(Stored records)
* * * * * * *
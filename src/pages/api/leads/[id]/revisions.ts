import { endpoint, json, parseJsonBody } from '../../../../lib/http';
import { requirePermission } from '../../../../lib/guards';
import { reachableLead } from '../../../../lib/leads/work';
import { getRevisionsFor } from '../../../../lib/revisions/read';
import { saveRevision } from '../../../../lib/revisions/save';
import { revisionRequestSchema } from '../../../../schemas/revisions';

export const prerender = false;

/** GET /api/leads/{id}/revisions: the owner's original, every site-walk revision, and what changed. */
export const GET = endpoint(async ({ locals, params }) => {
  const user = requirePermission(locals, 'lead', 'list-open');
  return json(await getRevisionsFor(user, params.id));
});

/** POST /api/leads/{id}/revisions: saves the holder's corrected inventory as the next revision. */
export const POST = endpoint(async ({ locals, params, request }) => {
  const user = requirePermission(locals, 'lead', 'update');
  // The id is checked before the body, so a lead out of reach answers 404 whatever was sent.
  await reachableLead(user, params.id);
  const body = await parseJsonBody(request, revisionRequestSchema);
  const saved = await saveRevision(user, params.id, body);
  return json(saved, saved.replayed ? 200 : 201);
});
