/**
 * The desk list's query as the URL carries it, and the small wordings the list and its server
 * page share (so the first page rendered on the server reads exactly as later pages do).
 */
import type { OpenLead } from '../../schemas/leads';

/** Query-string values as typed: strings, and the repeatable `service`. */
export interface DeskQuery {
  page?: string;
  pageSize?: string;
  sort?: string;
  dir?: string;
  region?: string;
  plantType?: string;
  service?: string[];
  lossMin?: string;
  lossMax?: string;
  spreadMax?: string;
  runsMin?: string;
  runsMax?: string;
  photos?: string;
  maxAgeDays?: string;
  minAgeDays?: string;
  stage?: string;
}

const keys: (keyof DeskQuery)[] = [
  'region', 'plantType', 'service', 'lossMin', 'lossMax', 'spreadMax', 'runsMin', 'runsMax', 'photos', 'maxAgeDays', 'minAgeDays', 'stage', 'sort', 'dir', 'pageSize', 'page',
];

/** The query as a URL's search part, without empty values or the defaults. */
export function queryString(query: DeskQuery): string {
  const params = new URLSearchParams();
  for (const key of keys) {
    const value = query[key];
    if (value === undefined || value === '') continue;
    if (Array.isArray(value)) for (const v of value) params.append(key, v);
    else if (!(key === 'page' && value === '1') && !(key === 'sort' && value === 'posted' && query.dir !== 'asc') && !(key === 'dir' && value === 'desc')) {
      params.set(key, value);
    }
  }
  return params.toString();
}

/** A URL's search parameters as a DeskQuery. */
export function deskQueryOf(params: URLSearchParams): DeskQuery {
  const query: DeskQuery = {};
  for (const key of keys) {
    if (key === 'service') {
      const all = params.getAll('service').filter(Boolean);
      if (all.length) query.service = all;
    } else {
      const value = params.get(key);
      if (value) query[key] = value;
    }
  }
  return query;
}

/** ± half the 10–90 % range as a share of the likely figure, in whole percent. */
export function spreadPercent(lead: Pick<OpenLead, 'annualLoss'>): number {
  const { likely, low, high } = lead.annualLoss;
  return likely > 0 ? Math.round(((high - low) / 2 / likely) * 100) : 0;
}

/** "today", "yesterday", "5 days ago", "3 weeks ago". */
export function ageText(posted: Date, now: Date): string {
  const days = Math.floor((now.getTime() - posted.getTime()) / 86_400_000);
  if (days <= 0) return 'today';
  if (days === 1) return 'yesterday';
  if (days < 14) return `${days} days ago`;
  if (days < 60) return `${Math.floor(days / 7)} weeks ago`;
  return `${Math.floor(days / 30)} months ago`;
}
* * * * * * *
■ **Task item**
Take the lines above and print them exactly.

■ **Solved problem**
filename src/pages/api/leads/[id]/revisions.ts
import { endpoint, json, parseJsonBody } from '../../../../lib/http';
import { requirePermission } from '../../../../lib/guards';
import { reachableLead } from '../../../../lib/leads/work';
import { getRevisionsFor } from '../../../../lib/revisions/read';
import { saveRevision } from '../../../../lib/revisions/save';
import { revisionRequestSchema } from '../../../../schemas/revisions';

export const prerender = false;

/** GET /api/leads/{id}/revisions: the owner's original, every site-walk revision, and what changed. */
export const GET = endpoint(async ({ locals, params }) => {
  const user = requirePermission(locals, 'lead', 'list-open');
  return json(await getRevisionsFor(user, params.id));
});

/** POST /api/leads/{id}/revisions: saves the holder's corrected inventory as the next revision. */
export const POST = endpoint(async ({ locals, params, request }) => {
  const user = requirePermission(locals, 'lead', 'update');
  // The id is checked before the body, so a lead out of reach answers 404 whatever was sent.
  await reachableLead(user, params.id);
  const body = await parseJsonBody(request, revisionRequestSchema);
  const saved = await saveRevision(user, params.id, body);
  return json(saved, saved.replayed ? 200 : 201);
});
/**
 * The desk list's query as the URL carries it, and the small wordings the list and its server
 * page share (so the first page rendered on the server reads exactly as later pages do).
 */
import type { OpenLead } from '../../schemas/leads';

/** Query-string values as typed: strings, and the repeatable `service`. */
export interface DeskQuery {
  page?: string;
  pageSize?: string;
  sort?: string;
  dir?: string;
  region?: string;
  plantType?: string;
  service?: string[];
  lossMin?: string;
  lossMax?: string;
  spreadMax?: string;
  runsMin?: string;
  runsMax?: string;
  photos?: string;
  maxAgeDays?: string;
  minAgeDays?: string;
  stage?: string;
}

const keys: (keyof DeskQuery)[] = [
  'region', 'plantType', 'service', 'lossMin', 'lossMax', 'spreadMax', 'runsMin', 'runsMax', 'photos', 'maxAgeDays', 'minAgeDays', 'stage', 'sort', 'dir', 'pageSize', 'page',
];

/** The query as a URL's search part, without empty values or the defaults. */
export function queryString(query: DeskQuery): string {
  const params = new URLSearchParams();
  for (const key of keys) {
    const value = query[key];
    if (value === undefined || value === '') continue;
    if (Array.isArray(value)) for (const v of value) params.append(key, v);
    else if (!(key === 'page' && value === '1') && !(key === 'sort' && value === 'posted' && query.dir !== 'asc') && !(key === 'dir' && value === 'desc')) {
      params.set(key, value);
    }
  }
  return params.toString();
}

/** A URL's search parameters as a DeskQuery. */
export function deskQueryOf(params: URLSearchParams): DeskQuery {
  const query: DeskQuery = {};
  for (const key of keys) {
    if (key === 'service') {
      const all = params.getAll('service').filter(Boolean);
      if (all.length) query.service = all;
    } else {
      const value = params.get(key);
      if (value) query[key] = value;
    }
  }
  return query;
}

/** ± half the 10–90 % range as a share of the likely figure, in whole percent. */
export function spreadPercent(lead: Pick<OpenLead, 'annualLoss'>): number {
  const { likely, low, high } = lead.annualLoss;
  return likely > 0 ? Math.round(((high - low) / 2 / likely) * 100) : 0;
}

/** "today", "yesterday", "5 days ago", "3 weeks ago". */
export function ageText(posted: Date, now: Date): string {
  const days = Math.floor((now.getTime() - posted.getTime()) / 86_400_000);
  if (days <= 0) return 'today';
  if (days === 1) return 'yesterday';
  if (days < 14) return `${days} days ago`;
  if (days < 60) return `${Math.floor(days / 7)} weeks ago`;
  return `${Math.floor(days / 30)} months ago`;
}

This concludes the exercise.